The first step to getting the Iris up and running was defining the wiring in the QMK config header. I chose the pins that made the most sense for the geometry of my handwired build but that, unsurprisingly, did not match the pins used on the PCB version of the Iris.

One source of confusion for me in this step was the fact that each pin on the Pro Micro has a multitude of names. The identifiers used by QMK are the Arduino pin names rather than the names shown on the physical board or its wiring diagram. These names are copied below. The top of the diagram is where the micro-USB connector lies on the board.

 Pro Micro Pinout:

     D3 +--------+ RAW
     D2 | +----+ | GND
     GND|        | RST
     GND|        | VCC
SDA  D1 |        | F4
SCL  D0 |        | F5
     D4 |        | F6
     C6 |        | F7
     D7 |        | B1
     E6 |        | B3
     B4 |        | B2
     B5 +--------+ B6

With this in mind, I copied the files from qmk_firmware/keyboards/keebio/iris/rev4 (the latest keyboard revision at the time of writing) to a new folder in the same parent directory that I called “Handwire”. I changed these files to match my keyboard’s wiring and set this layout as my keyboard type with the QMK CLI.
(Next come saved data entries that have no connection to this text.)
package model

import "math"

// lineGrid cuts one axis, or the layers of a slab, into control volumes around nodes that stand on the faces too, closer towards them.
// Volumes and face areas are exact in the axis' own measure and given by 1 m² of the upper face.
type lineGrid struct {
	kind  axisKind
	r     float64   // half thickness or radius, m; stirred: volume over area
	x     []float64 // m, from the centre outwards, or from the lower face to the upper around the middle
	w     []float64 // volume of a node, m
	links []link    // between a node and the next
	food  []int     // by node: which law
	parts [][2]int  // first and last node of each layer
}

// link carries heat from a node to the one before it: by g times the difference of the Kirchhoff integrals, g in 1/m, or, at a joint,
// of the temperatures, g in W/(m²·K).
type link struct {
	g     float64
	joint bool
}

// perfectM2KW stands for the contact of layers that touch perfectly, m²·K/W: as much as a layer of food 0.05 µm thick.
const perfectM2KW = 1e-7

// Nodes stand closer at a face than at the centre, by e to this power: of one axis, and of more, which are stepped explicitly and pay for the
// closest.
const lineCrowd, cutCrowd = 2.4, 1.1

// depths gives the depths below a face of n+1 nodes, m, from 0 to r.
func depths(r float64, n int, crowd float64) []float64 {
	d := make([]float64, n+1)
	for j := range d {
		d[j] = r * math.Expm1(crowd*float64(j)/float64(n)) / math.Expm1(crowd)
	}
	d[n] = r
	return d
}

// newLineGrid makes a grid of about n volumes on the half thickness or radius.
func newLineGrid(p *Product, kind axisKind, r float64, n int, crowd float64) *lineGrid {
	g := &lineGrid{kind: kind, r: r}
	if kind == lumped {
		g.x, g.w, g.food, g.parts = []float64{0}, []float64{r}, []int{0}, [][2]int{{0, 0}}
		return g
	}
	var layers []Layer
	if p.Shape == LayeredSlab {
		layers = p.Layers
	}
	if len(layers) == 0 {
		d := depths(r, n, crowd)
		if kind == planeFull {
			for j := range d {
				g.x = append(g.x, d[j]-r)
			}
		}
		for j := n; j >= 0; j-- {
			if j < n || kind != planeFull {
				g.x = append(g.x, r-d[j])
			}
		}
		g.part(0)
		return g
	}
	from := -r
	for i := len(layers) - 1; i >= 0; i-- {
		l := &layers[i]
		half := max(4, int(math.Round(float64(n)*math.Sqrt(l.ThicknessM/(2*r)))))
		d := depths(l.ThicknessM/2, half, crowd)
		for j := range d {
			g.x = append(g.x, from+d[j])
		}
		for j := half - 1; j >= 0; j-- {
			g.x = append(g.x, from+l.ThicknessM-d[j])
		}
		g.part(i)
		if from += l.ThicknessM; i > 0 {
			g.links = append(g.links, link{g: 1 / max(layers[i-1].BelowM2KW, perfectM2KW), joint: true})
		}
	}
	g.x[len(g.x)-1] = r
	return g
}

// part makes the volumes and links of the nodes that were added since the last part.
func (g *lineGrid) part(food int) {
	first := len(g.w)
	last := len(g.x) - 1
	e := map[axisKind]float64{radial: 1, spherical: 2}[g.kind]
	volume := func(a, b float64) float64 {
		if e == 0 {
			return b - a
		}
		return g.r * (math.Pow(b/g.r, e+1) - math.Pow(a/g.r, e+1)) / (e + 1)
	}
	from := g.x[first]
	for i := first; i <= last; i++ {
		to := g.x[i]
		if i < last {
			to = (g.x[i] + g.x[i+1]) / 2
			g.links = append(g.links, link{g: math.Pow(math.Abs(to)/g.r, e) / (g.x[i+1] - g.x[i])})
		}
		g.w = append(g.w, volume(from, to))
		g.food = append(g.food, food)
		from = to
	}
	g.parts = append(g.parts, [2]int{first, last})
}

// lineMarch steps the heat contents of a line in time: the trapezoid rule and the second-order backward formula one after the other
// (Bank et al. 1985, IEEE Trans. Electron Devices 32:1992-2007), which is L-stable, each solved by Newton's method to the end, so that
// what flows over a face is what the food gains.
type lineMarch struct {
	*lineGrid
	laws         []*law
	lower, upper *Face
	skins        [2]*skin // lower, upper; the lower one is nil at a centre of symmetry
	kept         []float64

	h, rate              []float64 // heat contents, J/m³, and their slopes, J/(m³·s), now
	h1, h2               []float64
	b, f0, f1, f2        []float64  // W/m²
	temp, dt, u, du      []float64  // of the last look: temperature, its slope by h, Kirchhoff integral, its slope by h
	low, diag, up, delta []float64  // the three diagonals and the right side
	qs                   [2]float64 // flow over each face at the end of the last solve, W/m²: of the equations that were solved, so that what comes in is what is gained
	q0, q2               float64    // flow over both faces now and after the last try, W/m²
	tryJ, inJ            float64    // heat that came in over the faces in the last try, and since the start, J/m²
	fresh                bool       // no step since the surroundings changed: nothing to guess from
}

func newLineMarch(g *lineGrid, laws []*law) *lineMarch {
	m := &lineMarch{lineGrid: g, laws: laws}
	n := len(g.x)
	for _, s := range []*[]float64{&m.h, &m.rate, &m.h1, &m.h2, &m.b, &m.f0, &m.f1, &m.f2, &m.temp, &m.dt, &m.u, &m.du, &m.low, &m.diag, &m.up, &m.delta} {
		*s = make([]float64, n)
	}
	return m
}

// The numbers of the scheme: gamma is how far the first part goes.
var (
	trGamma  = 2 - math.Sqrt2
	trErrorK = (-3*trGamma*trGamma + 4*trGamma - 2) / (12 * (2 - trGamma))
)

// look reads Kirchhoff integrals of heat contents, and temperatures where flows need them: at faces and joints.
func (m *lineMarch) look(h []float64) {
	if len(m.laws) == 1 {
		l := m.laws[0]
		for i, x := range h {
			m.u[i], m.du[i] = l.slide(x)
		}
	} else {
		for i, x := range h {
			m.u[i], m.du[i] = m.laws[m.food[i]].slide(x)
		}
	}
	for _, p := range m.parts {
		for _, i := range p {
			m.temp[i], _, m.dt[i], _ = m.laws[m.food[i]].at(h[i])
		}
	}
}

// flows fills f with what flows into every volume, W/m², from the last look, at tau s into the step, and the slopes of the faces' flows by
// heat content.
func (m *lineMarch) flows(f []float64, tau float64) (slope [2]float64) {
	n := len(f)
	in := 0.0
	for i := 0; i < n-1; i++ {
		l := &m.links[i]
		var q float64
		if l.joint {
			q = l.g * (m.temp[i+1] - m.temp[i])
		} else {
			q = l.g * (m.u[i+1] - m.u[i])
		}
		f[i] = q - in
		in = q
	}
	f[n-1] = -in
	m.qs = [2]float64{}
	for side, s := range m.skins {
		i := (n - 1) * side
		if s == nil || s.insulated || s.held {
			continue
		}
		q, d := s.flux(m.temp[i], tau)
		f[i] += q
		m.qs[side], slope[side] = q, d*m.dt[i]
	}
	return slope
}

// heldAt gives the heat content of a face that is kept at its medium.
func (m *lineMarch) heldAt(side, i int, tau float64) float64 {
	return m.laws[m.food[i]].heat(m.skins[side].mediumC(tau))
}

// begin takes the state over at a change of surroundings, tau s into the step.
func (m *lineMarch) begin(tau float64) {
	n := len(m.h)
	for side, s := range m.skins {
		if s != nil && s.held {
			i := (n - 1) * side
			m.h[i] = m.heldAt(side, i, tau)
		}
	}
	m.look(m.h)
	m.flows(m.f0, tau)
	for i := range m.rate {
		m.rate[i] = m.f0[i] / m.w[i]
	}
	for side, s := range m.skins {
		if s != nil && s.held {
			m.rate[(n-1)*side] = 0
		}
	}
	m.q0 = m.qs[0] + m.qs[1]
	m.fresh = true
}

// Newton's method ends with a correction this small, K, or, where no node passed its freezing point, with one whose square is.
const newtonK, newtonSmoothK = 1e-5, 2e-3

// unfrozenK is the conductivity that turns Kirchhoff integrals into temperatures where only their size counts, W/(m·K): below that of any
// food that freezes, so that temperatures come out large.
const unfrozenK = 0.2

// solve finds w·h = b + a·F(h) at tau, from h on; it says whether it did.
func (m *lineMarch) solve(h, b []float64, a, tau float64) bool {
	n := len(h)
	for try := 0; try < 14; try++ {
		m.look(h)
		slope := m.flows(m.delta, tau)
		for i := range h {
			m.delta[i] = b[i] + a*m.delta[i] - m.w[i]*h[i]
			m.diag[i] = m.w[i]
		}
		for i := 0; i < n-1; i++ {
			l := &m.links[i]
			x, y := a*l.g*m.du[i], a*l.g*m.du[i+1]
			if l.joint {
				x, y = a*l.g*m.dt[i], a*l.g*m.dt[i+1]
			}
			m.diag[i] += x
			m.diag[i+1] += y
			m.up[i], m.low[i+1] = -y, -x
		}
		m.diag[0] -= a * slope[0]
		m.diag[n-1] -= a * slope[1]
		for side, s := range m.skins {
			if s != nil && s.held {
				i := (n - 1) * side
				m.diag[i], m.delta[i] = 1, m.heldAt(side, i, tau)-h[i]
				if side == 0 && n > 1 {
					m.up[0] = 0
				} else {
					m.low[i] = 0
				}
			}
		}
		m.factor(m.delta)
		worst, passed := 0.0, false
		for i, d := range m.delta {
			was := h[i]
			h[i] = was + d
			passed = passed || (was < 0) != (h[i] < 0)
			if d = math.Abs(d * m.du[i]); !(d <= worst) {
				if worst = d; math.IsNaN(d) {
					return false
				}
			}
		}
		worst /= unfrozenK
		m.qs[0] += slope[0] * m.delta[0]
		m.qs[1] += slope[1] * m.delta[n-1]
		if worst < newtonK || worst < newtonSmoothK && !passed {
			return true
		}
	}
	return false
}

// factor brings the three diagonals to a form that back uses, and solves them for y on the way.
func (m *lineMarch) factor(y []float64) {
	n := len(y)
	low, diag, up := m.low[:n], m.diag[:n], m.up[:n]
	d := 1 / diag[0]
	diag[0] = d
	last := y[0]
	for i := 1; i < n; i++ {
		l := low[i] * d
		low[i] = l
		d = 1 / (diag[i] - l*up[i-1])
		diag[i] = d
		last = y[i] - l*last
		y[i] = last
	}
	last *= d
	y[n-1] = last
	for i := n - 2; i >= 0; i-- {
		last = (y[i] - up[i]*last) * diag[i]
		y[i] = last
	}
}

// back solves the factored diagonals for y.
func (m *lineMarch) back(y []float64) {
	n := len(y)
	low, diag, up := m.low[:n], m.diag[:n], m.up[:n]
	last := y[0]
	for i := 1; i < n; i++ {
		last = y[i] - low[i]*last
		y[i] = last
	}
	last *= diag[n-1]
	y[n-1] = last
	for i := n - 2; i >= 0; i-- {
		last = (y[i] - up[i]*last) * diag[i]
		y[i] = last
	}
}

// try makes one step of length d from tau; it gives an estimate of its error, K, and +Inf where Newton's method found nothing. The state
// changes only by accept.
func (m *lineMarch) try(tau, d float64) float64 {
	a := trGamma / 2 * d
	copy(m.h1, m.h)
	if !m.fresh {
		for i, r := range m.rate {
			m.h1[i] += trGamma * d * r
		}
	}
	for i := range m.b {
		m.f0[i] = m.w[i] * m.rate[i]
		m.b[i] = m.w[i]*m.h[i] + a*m.f0[i]
	}
	if !m.solve(m.h1, m.b, a, tau+trGamma*d) {
		return math.Inf(1)
	}
	a1 := 1 / (trGamma * (2 - trGamma))
	m.tryJ = a1 * a * (m.q0 + m.qs[0] + m.qs[1])
	for i := range m.b {
		m.f1[i] = (m.w[i]*m.h1[i] - m.b[i]) / a
		m.b[i] = m.w[i] * (a1*m.h1[i] - (a1-1)*m.h[i])
		m.h2[i] = m.h[i] + (m.h1[i]-m.h[i])/trGamma
	}
	if !m.solve(m.h2, m.b, a, tau+d) {
		return math.Inf(1)
	}
	m.q2 = m.qs[0] + m.qs[1]
	m.tryJ += a * m.q2
	c := 2 * trErrorK * d
	for i := range m.delta {
		m.f2[i] = (m.w[i]*m.h2[i] - m.b[i]) / a
		m.delta[i] = c * (m.f0[i]/trGamma - m.f1[i]/(trGamma*(1-trGamma)) + m.f2[i]/(1-trGamma))
	}
	m.back(m.delta)
	worst := 0.0
	for i, e := range m.delta {
		if e = math.Abs(e) * max(m.laws[m.food[i]].thin(m.h2[i]), heatCounts); !(e <= worst) {
			if worst = e; math.IsNaN(e) {
				return math.Inf(1)
			}
		}
	}
	return worst
}

// heatCounts is what an error of the heat content counts at least, m³·K/J: half of what it is worth in unfrozen food of 3.6 MJ/(m³·K). Freezing
// food hides it, and it would come out as a wrong time when the food has frozen or thawed.
const heatCounts = 0.5 / 3.6e6

// accept makes the last try the state.
func (m *lineMarch) accept(k *track, t float64) {
	m.h, m.h2 = m.h2, m.h
	m.q0, m.inJ = m.q2, m.inJ+m.tryJ
	for i := range m.rate {
		m.rate[i] = m.f2[i] / m.w[i]
	}
	for side, s := range m.skins {
		if s != nil && s.held {
			m.rate[(len(m.rate)-1)*side] = 0
		}
	}
	m.fresh = false
	m.keep(k, t)
}

// keep writes the state into a track.
func (m *lineMarch) keep(k *track, t float64) {
	h, slope := k.add(t)
	copy(h, m.h)
	copy(slope, m.rate)
}

// fill starts at one temperature.
func (m *lineMarch) fill(c float64) {
	for i := range m.h {
		m.h[i] = m.laws[m.food[i]].heat(c)
	}
}

func (m *lineMarch) surround(skins func(*Face) *skin) {
	m.skins = [2]*skin{nil, skins(m.upper)}
	if m.kind == planeFull {
		m.skins[0] = skins(m.lower)
	}
}

// firstS is the time in which heat crosses the volume at the face.
func (m *lineMarch) firstS() float64 {
	if len(m.x) == 1 {
		return 1
	}
	n := len(m.x) - 1
	d := m.x[n] - m.x[n-1]
	return 0.2 * d * d / (m.du[n] + 1e-9)
}

func (m *lineMarch) span() (low, high float64) {
	low, high = math.Inf(1), math.Inf(-1)
	for i, h := range m.h {
		c := m.laws[m.food[i]].temperature(h)
		low, high = min(low, c), max(high, c)
	}
	return low, high
}

func (m *lineMarch) save(float64) {
	m.kept = append(append(m.kept[:0], m.h...), m.rate...)
}

func (m *lineMarch) restore() {
	n := len(m.h)
	copy(m.h, m.kept[:n])
	copy(m.rate, m.kept[n:])
}

func (m *lineMarch) touches(k *skin) (nodes []int) {
	for side, s := range m.skins {
		if s == k {
			nodes = append(nodes, (len(m.x)-1)*side)
		}
	}
	return nodes
}

func (m *lineMarch) keepsHeat() []*law {
	out := make([]*law, len(m.food))
	for i, f := range m.food {
		out[i] = m.laws[f]
	}
	return out
}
The pins for the matrix wiring are defined with the following lines in config.h:

#define MATRIX_ROW_PINS        { B1, F7, F6, F5, F4 }
#define MATRIX_COL_PINS        { B3, B2, B6, E6, B4, B5 }

The row pins are ordered from the top (furthest from the wrist) down and the column pins are ordered from the inside (thumb side) out for the two sides.

Split Keyboard Things

Most of the split keyboard-specific QMK configuration details were handled already by the Iris files that I reused, but there were two items that I had to define in my keymap. This involved a different config.h file than the previously mentioned wiring config, this file was in a keymap directory that I created rather than in the “Handwire” layout config.
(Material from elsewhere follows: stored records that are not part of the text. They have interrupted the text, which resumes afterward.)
func TestApprovalThatTouchesStoredResultsIsRetroactive(t *testing.T) {
	t.Parallel()
	f := newFixture(t)
	c := f.mustChart(individuals("nitrate"))
	f.mustPost(c, "", 0, "10", "14", "10.5", "11", "9")
	want(t, "without a version", f.verdicts(c, ""), "NOT_JUDGED/0 NOT_JUDGED/0 NOT_JUDGED/0 NOT_JUDGED/0 NOT_JUDGED/0")
	v := f.mustPropose(limits{chart: c, from: day(1)})
	approve := func(v definition.Version, rejudge bool, reason string) (int, error) {
		_, n, err := f.ApproveVersion(t.Context(), f.bob, req(), c.Name, v.Number, v.Digest, rejudge, reason, nil)
		return n, err
	}
	for _, ask := range []struct {
		rejudge bool
		reason  string
	}{{false, ""}, {false, "why not"}, {true, ""}} {
		_, err := approve(v, ask.rejudge, ask.reason)
		if refusal := wantReason(t, err, definition.Retroactive); refusal.Meta["results"] != "4" {
			t.Errorf("got meta %v, want 4 results", refusal.Meta)
		}
	}
	n, err := approve(v, true, "limits came late")
	if err != nil || n != 4 {
		t.Fatalf("got %d rejudged, %v, want 4", n, err)
	}
	want(t, "judged", f.verdicts(c, ""), "NOT_JUDGED/0 STOP/1 CLEAR/1 CLEAR/1 CLEAR/1")
	want(t, "track", f.mustTrack(c, "").State(), store.TrackHold)

	t.Run("but one that begins after the last result is not", func(t *testing.T) {
		if _, err := approve(f.mustPropose(limits{chart: c, from: day(4).Add(time.Microsecond), centre: 11}), false, ""); err != nil {
			t.Error(err)
		}
	})
	t.Run("nor one that is succeeded before the first", func(t *testing.T) {
		n, err := approve(f.mustPropose(limits{chart: c, from: day(0).Add(time.Hour), centre: 11}), false, "")
		if err != nil || n != 0 {
			t.Errorf("got %d rejudged, %v", n, err)
		}
	})
	t.Run("and so is a withdrawal", func(t *testing.T) {
		_, _, _, err := f.WithdrawVersion(t.Context(), f.bob, req(), c.Name, v.Number, false, "wrong data")
		if refusal := wantReason(t, err, definition.Retroactive); refusal.Meta["results"] != "4" {
			t.Errorf("got meta %v, want 4 results", refusal.Meta)
		}
		want(t, "rejudged by the confirmed withdrawal", f.mustWithdraw(c, v.Number, "wrong data"), 4)
		want(t, "judged", f.verdicts(c, ""), "NOT_JUDGED/0 NOT_JUDGED/0 NOT_JUDGED/0 NOT_JUDGED/0 NOT_JUDGED/0")
		want(t, "signals left open", len(f.mustSignals(c, "OPEN")), 0)
		want(t, "signals retracted", len(f.mustSignals(c, "RETRACTED")), 1)
	})
	f.mustRecheck()
}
I defined the following two macros in keymaps/<MY_USER_NAME>/config.h:

  • USE_I2C

These macros tell QMK that I am using I2C over four wires to communicate between the sides of the keyboard and that I will always plug the keyboard in to my computer by way of the micro on the right hand side. There are other configuration options available for determining the master side but I found that it was easiest to just stick with the right side permanently.


I was able to transfer my Hot Dox keyboard layout without a ton of modifications because I was pretty much only using 56 keys on the Hot Dox anyways. The top row was where I most noticed the more cramped layout of the Iris but I was able to resolve that issue with the KC_GESC key macro in QMK. This allows me wrap the grave key and the escape key into one all on the same layer. I then rearranged the number row a bit so that it is in order from 0-9 rather than 1-9 followed by 0. This kept the numbers, and more importantly, their symbols, in the same position that I was used to on the Hot Dox.

You can view my current keymap for my Iris board in my fork of QMK.